[PROVIDED INFORMATION Boundary: Start]

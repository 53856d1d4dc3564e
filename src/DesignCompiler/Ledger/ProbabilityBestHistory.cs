using DesignCompiler.Binding;
using DesignCompiler.Planning;
using DesignCompiler.Planning.Families;

namespace DesignCompiler.Ledger;

/// <summary>P(best) of every arm before any result and after each of the first recorded rounds, replayed from the ledger.</summary>
public static class ProbabilityBestHistory
{
    public static LedgerResult<IReadOnlyList<RoundPoint>> Of(CheckedDesign design, IOutcomeModel model, LedgerHistory history, int recordedRounds)
    {
        var points = new List<RoundPoint>();
        for (var k = 0; k <= recordedRounds; k++)
        {
            var after = TrialReplay.AfterRecorded(design, history, k);
            if (after.Value is null) return LedgerResult<IReadOnlyList<RoundPoint>>.Fail(after.Diagnostics);
            points.Add(new RoundPoint(k, ArmAssessment.Of(design, model, after.Value).Summary.ProbabilityBest.ToList()));
        }
        return LedgerResult<IReadOnlyList<RoundPoint>>.Ok(points);
    }

    /// <summary>Round 1 from the design alone: only the prior.</summary>
    public static IReadOnlyList<RoundPoint> PriorOnly(CheckedDesign design, IOutcomeModel model) =>
        [new RoundPoint(0, ArmAssessment.Of(design, model, new TrialState(design.Arms.Count)).Summary.ProbabilityBest.ToList())];
}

[PROVIDED INFORMATION Boundary: End]

§ **AIM OF THE EXERCISE**: Within the records above, the line carrying "only the prior.</summary>" starts the range and the last line ends it. Set down that range exactly.

§ **RESULT OF THIS EXERCISE**:
    /// <summary>Round 1 from the design alone: only the prior.</summary>
    public static IReadOnlyList<RoundPoint> PriorOnly(CheckedDesign design, IOutcomeModel model) =>
        [new RoundPoint(0, ArmAssessment.Of(design, model, new TrialState(design.Arms.Count)).Summary.ProbabilityBest.ToList())];
}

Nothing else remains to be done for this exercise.